# how to pay my designer



## rms21040 (Apr 13, 2015)

I am owner of a very small time screen printing business that officially took off on July 10th of this year. We are starting to grow and become more noticed in the local community here in my small little town. 

My love for screen printing started as a hobby, as it has for many of us here, and is still transitioning from hobby to business as i take it further. The basic setup of my company is myself doing all the physical labor including the screen printing, the other aspect of my business is my long time friend who is an excellent graphic designer. He is truly a valuable asset to my company and sets me apart from other print shops local to me. 

My question is how to pay him. 

We have done many shirts with our own designs inspired by bands such as phish and grateful dead and have had great success. For this i pay him a 30% commission of net profit made from those sales. I am pretty comfortable with this and feel that it is fair on both ends. As we start to acquire bulk orders however i feel that i need to develop a better method. I have considered a few different ways to go about this, 

1) I could continue to pay him 30% of net made from bulk orders but i feel that with large orders i would be over paying him. It just doesn't seem like a solution that is appropriate for all scenarios. 

2) I could pay him by the hour, however he currently works for a very credible graphic and design company that pays him upwards of 40 grand in salary a year. I have payed him hourly before but he asked me for 35 an hour. at this stage in business i feel that it is too high a number for me despite the fact that he is worth every penny of it. The solution that i think best fits is to offer him 7.5% of my company with dividends distributed quarterly at 20/hr.

I would love to hear any and all input regarding this subject and how you go about paying your workers. Maybe my strategy is self destructive i'm really not sure, that is why i am asking you! this is an issue that i have struggled with more than anything. thanks in advance for your responses!


----------



## gnizitigid (Jan 23, 2007)

Your first solution of 30% of net made for small orders is fine, and as said $35/hour is too much

So may be you fix flat price per design with him ? or try to have separate commission structure based on small and large order, hope will understand your concern on large orders

I have worked in same way but since my area is digitizing and vector and his area is tshirt design


----------



## johnnyb57 (May 26, 2012)

Boy your a tight a**, is he really a friend or not ? Look at it this way did he help you to get where your at now, and where will you end up of you loose him ? Either pay the $35 an hr. or work out a flat fee per design....


----------



## rms21040 (Apr 13, 2015)

I am not a tight ***, he has read this post and we are both in the same boat trying to figure out what is fair... I am not going to lose him as a friend lol. He agrees that 35 is too much which is why we are trying to find how real businesses handle this situation. please elaborate on why you believe that i am a tight ***? This is a business and we are here to make money efficiently


----------



## rms21040 (Apr 13, 2015)

Surely a real business owner can chime in


----------



## johnnyb57 (May 26, 2012)

Ok, Lets say it took him 4HRS. to complete a design @ $35 per= $140 ? If he's really that good, and is throwing out some top of the line designs and another large company wants him they will make an offer, also if he sees you selling a lot of whatever over an extended time and getting fat, well put yourself in his shoes ? Friendship partnerships usually don't last long anyways if you see what I'm sayin... And I'm quite aware of business concept, all business owners think everything is over priced, and they can get anyone to do the work ? All I'm getting at is be fair... The way I'm seeing this is both of you are at the starting gate seeing as ither one of you know what to give, or get... Also since it's a part time gig I'm way off the mark, and he just wants some play money.. I've been there before, lunch and a few beers and all was good...


----------



## rms21040 (Apr 13, 2015)

Thanks Johnny i really appreciate the helpful feedback. You raise some very good points and i should probably be a little more specific. 
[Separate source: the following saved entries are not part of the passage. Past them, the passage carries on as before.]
/**
 * Small numerical helpers of the engine (lib/engine/solvers.ts).
 */
import { describe, expect, it } from "vitest";
import { positivePower } from "@/lib/engine/solvers";

describe("positivePower (x^p as exp(p·ln x), the hot paths' fractional powers)", () => {
  // Reference: the language's own Math.pow (ECMAScript Number::exponentiate); exact hand values where the
  // power is a rational number: 0.25^0.5 = 0.5, 32^0.8 = 16, 8^(−1/3) = 0.5.
  it("agrees with Math.pow within a few units in the last place over the engine's range", () => {
    for (const x of [1e-4, 0.05, 0.3, 0.7, 1, 1.3, 2.5, 40]) {
      for (const p of [0.8, -0.6, 0.55, -0.45, 0.2, 3]) {
        expect(Math.abs(positivePower(x, p) / Math.pow(x, p) - 1)).toBeLessThan(1e-14);
      }
    }
  });
  it("gives the hand values", () => {
    expect(positivePower(0.25, 0.5)).toBeCloseTo(0.5, 14);
    expect(positivePower(32, 0.8)).toBeCloseTo(16, 12);
    expect(positivePower(8, -1 / 3)).toBeCloseTo(0.5, 14);
    expect(positivePower(1, 0.8)).toBe(1);
  });
  it("falls back to Math.pow at and below zero", () => {
    expect(positivePower(0, 0.8)).toBe(0);
    expect(positivePower(-8, 3)).toBe(-512);
  });
});
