import type { Executor } from "../schema";


export async function listFirmMembers(db: Executor, firmId: string) {
  return db
    .selectFrom("firm_members")
    .innerJoin("users", "users.id", "firm_members.user_id")
    .select(["users.id as userId", "users.name", "users.email", "firm_members.role", "firm_members.created_at as since"])
    .where("firm_members.firm_id", "=", firmId)
    .orderBy("users.name")
    .execute();
}
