import { sql } from "kysely";
import type { Executor } from "../schema";
import type { FirmRole, ProjectRole } from "@/db/enums";


export async function findUserByEmail(db: Executor, email: string) {
  return db
    .selectFrom("users")
    .selectAll()
    .where(sql`lower(email)`, "=", email.trim().toLowerCase())
    .executeTakeFirst();
}

export async function findUserById(db: Executor, id: string) {
  return db
    .selectFrom("users")
    .select(["id", "email", "name", "created_at", "password_changed_at"])
    .where("id", "=", id)
    .executeTakeFirst();
}

export async function firmRolesOf(db: Executor, userId: string): Promise<{ firmId: string; firmName: string; role: FirmRole }[]> {
  return db
    .selectFrom("firm_members")
    .innerJoin("firms", "firms.id", "firm_members.firm_id")
    .select(["firm_members.firm_id as firmId", "firms.name as firmName", "firm_members.role as role"])
    .where("firm_members.user_id", "=", userId)
    .orderBy("firms.name")
    .execute();
}

export async function clientRolesOf(db: Executor, userId: string): Promise<{ projectId: string; role: ProjectRole }[]> {
  return db
    .selectFrom("project_access")
    .select(["project_id as projectId", "role"])
    .where("user_id", "=", userId)
    .execute();
}

export async function createUser(db: Executor, u: { email: string; name: string; passwordHash: string | null }) {
  return db
    .insertInto("users")
    .values({ email: u.email.trim(), name: u.name, password_hash: u.passwordHash })
    .returning(["id", "email", "name"])
    .executeTakeFirstOrThrow();
}

export async function setPasswordHash(db: Executor, userId: string, passwordHash: string) {
  await db
    .updateTable("users")
    .set({ password_hash: passwordHash, password_changed_at: new Date() })
    .where("id", "=", userId)
    .execute();
}

export async function findUserContact(db: Executor, userId: string) {
  return db.selectFrom("users").select(["email", "name"]).where("id", "=", userId).executeTakeFirst();
}

export async function findPasswordHash(db: Executor, userId: string): Promise<string | null | undefined> {
  const r = await db.selectFrom("users").select("password_hash").where("id", "=", userId).executeTakeFirst();
  return r?.password_hash;
}

export async function passwordChangedAt(db: Executor, userId: string): Promise<Date> {
  const r = await db.selectFrom("users").select("password_changed_at").where("id", "=", userId).executeTakeFirstOrThrow();
  return r.password_changed_at;
}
If i were to have him design a logo for a customer then you couldn't be more correct. Someone with his sort of talent and credentials deserves every bit of $35 an hour.

Where i have a hard time is when someone comes to me with a logo already designed but still needs to be vectored. Do i still pay $35 an hour?? Its hard for me to find this feasible for someone who comes to me to possibly pay an additional $100-$200 bucks to have shirts made when they already have artwork that is one step away from being in the format i need.

Do any of you have an opinion about giving a small slice of ownership? Would this not justify receiving better rates from him for the benefit of the company?


----------



## Viper Graphics (Mar 28, 2009)

rms21040 First let me say Johnny is right the only ship that will never float is a partnership (unless it's a law firm or doctors office)



rms21040 said:


> Where i have a hard time is when someone comes to me with a logo already designed but still needs to be vectored. Do i still pay $35 an hour??


Yes...it's for the magic wand fee....



rms21040 said:


> Its hard for me to find this feasible for someone who comes to me to possibly pay an additional $100-$200 bucks to have shirts made when they already have artwork that is one step away from being in the format i need.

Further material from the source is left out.